Nach Deutschland wurde Rothko erstmals 1959 auf die Documenta II eingeladen, doch er lehnte ab, wollte nicht als Jude im Land der Täter ausstellen. Nur drei seiner Bilder, die sich in Privatbesitz befanden, konnten gezeigt werden. 1971 erst gab es in Berlin und Düsseldorf die erste Rothko-Retrospektive hierzulande. Mark Rothko war da schon nicht mehr am Leben: Er hatte sich im Februar 1970 schwer krank und deprimiert in seinem Atelier das Leben genommen. Wenige Wochen später starb seine zweite Frau Mell an einem Herzinfarkt. Für Rothkos Erbe war das eine Katastrophe. Zwei frühere Freunde, die er testamentarisch zu Nachlassverwaltern bestimmt hatte, verkauften nicht nur viele von Rothkos Bildern weit unter Wert vorzugsweise an private Sammler. Rothkos Werk wurde zugleich weit über die Welt verstreut und auseinandergerissen. Erst als seine Tochter Kate volljährig wurde, konnte sie gegen den stetigen Ausverkauf der Bilder ihres Vaters vorgehen. In jahrelangen Gerichtsverfahren konnten Kate Rothko und ihr jüngerer Bruder Christopher sich am Ende durchsetzen. Zu spät allerdings: Viele von Mark Rothkos Werken lagern heute in den Tresoren von Sammlern und sind der Öffentlichkeit nicht mehr zugänglich.
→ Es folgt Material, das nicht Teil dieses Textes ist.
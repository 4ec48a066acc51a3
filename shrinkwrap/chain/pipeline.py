"""The one way into the chain: `run_recipe` runs a recipe in a run folder — every step and results.json, then
the artifact (when the chain ends with an ONNX step), the cautions and the reports. `shrinkwrap run` and
`shrinkwrap search` both come in here; nothing above the chain builds or edits what a step is given."""
from __future__ import annotations

import sys
from pathlib import Path
from typing import Optional

from shrinkwrap.chain.runner import run_chain
from shrinkwrap.ml import distributed
from shrinkwrap.outputs import results as results_file
from shrinkwrap.serve.errors import UserError
from shrinkwrap.serve.rundir import RESULTS_FILE, run_lock, write_json_atomic


def run_recipe(recipe, out: Path, quiet: bool = False, until: Optional[str] = None,
               signing_key: Optional[Path] = None, measure: bool = True, retime: bool = False) -> dict:
    """What `shrinkwrap run` writes, in order: every step (up to `until`) and results.json, the artifact, the
    reports. measure=False runs the steps and times nothing (no benchmark, artifact or report: a search's
    untrained candidates, whose shapes alone are wanted). retime=True trains nothing: a finished run's steps
    are timed together again (`run --retime`). Returns the results ({} in a helper process of a distributed
    run)."""
    if not distributed.is_main():  # the main process holds the run folder's lock for all of them
        return run_chain(recipe, out, quiet=quiet, until=until, measure=measure, retime=retime)
    with run_lock(out):
        results = run_chain(recipe, out, quiet=quiet, until=until, measure=measure, retime=retime)
        if results and measure:
            _finish(results, out, quiet, signing_key, gate=recipe.budget.limits_set() and until is None)
    return results


def _finish(results: dict, out: Path, quiet: bool, signing_key: Optional[Path] = None, gate: bool = False) -> None:
    """The artifact (when the chain ends with an ONNX step), the recipe budget's verdict (`gate`) and the reports,
    once the steps are done. A budget the results cannot answer is bad input, raised once the reports are out."""
    from shrinkwrap.outputs.gate import evaluate
    from shrinkwrap.outputs.findings import cautions
    from shrinkwrap.outputs.package import from_run
    from shrinkwrap.outputs.report import write_reports

    if results_file.final_row(results)["format"] == "onnx":
        results_file.set_artifact(results, from_run(results, out))
        if signing_key:
            from shrinkwrap.serve.signing import sign_artifact

            sign_artifact(Path(results_file.artifact_path(results)), signing_key)
        write_json_atomic(out / RESULTS_FILE, results)
        if not quiet:
            print(f"[artifact] written to {results_file.artifact_path(results)}", file=sys.stderr, flush=True)
    results_file.set_cautions(results, cautions(results))
    error = None
    if gate:
        try:
            budget = results_file.recipe_of(results).budget
            results_file.set_verdict(results, evaluate(results, budget, where=str(out / RESULTS_FILE),
                                                       budget_source="recipe budget").as_dict())
        except UserError as e:
            error = e
    write_json_atomic(out / RESULTS_FILE, results)
    write_reports(results, out)
    if error is not None:
        raise error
Die Preise für Rothko-Gemälde sind mittlerweile ins Unermessliche gestiegen und damit für den öffentlichen Kunstsektor verloren. Im vergangenen Jahr erzielte beispielsweise das Bild »White Center (Yellow, Pink and Lavender on Rose)« bei Sotheby’s den Rekordpreis von knapp 73 Millionen Dollar. Nichts deutet darauf hin, dass sich an dieser Entwicklung etwas ändern wird. Wer sich für Mark Rothko interessiert, sollte deshalb bis spätestens 24. August den Weg nach Hamburg finden. Es könnte die letzte Chance sein, so viel vom Werk eines der größten Künstler des 20. Jahrhunderts zu sehen.

Mark Rothko. Die Retrospektive. Kunsthalle Hamburg. Der Katalog zur Ausstellung ist im Hirmer Verlag München erschienen.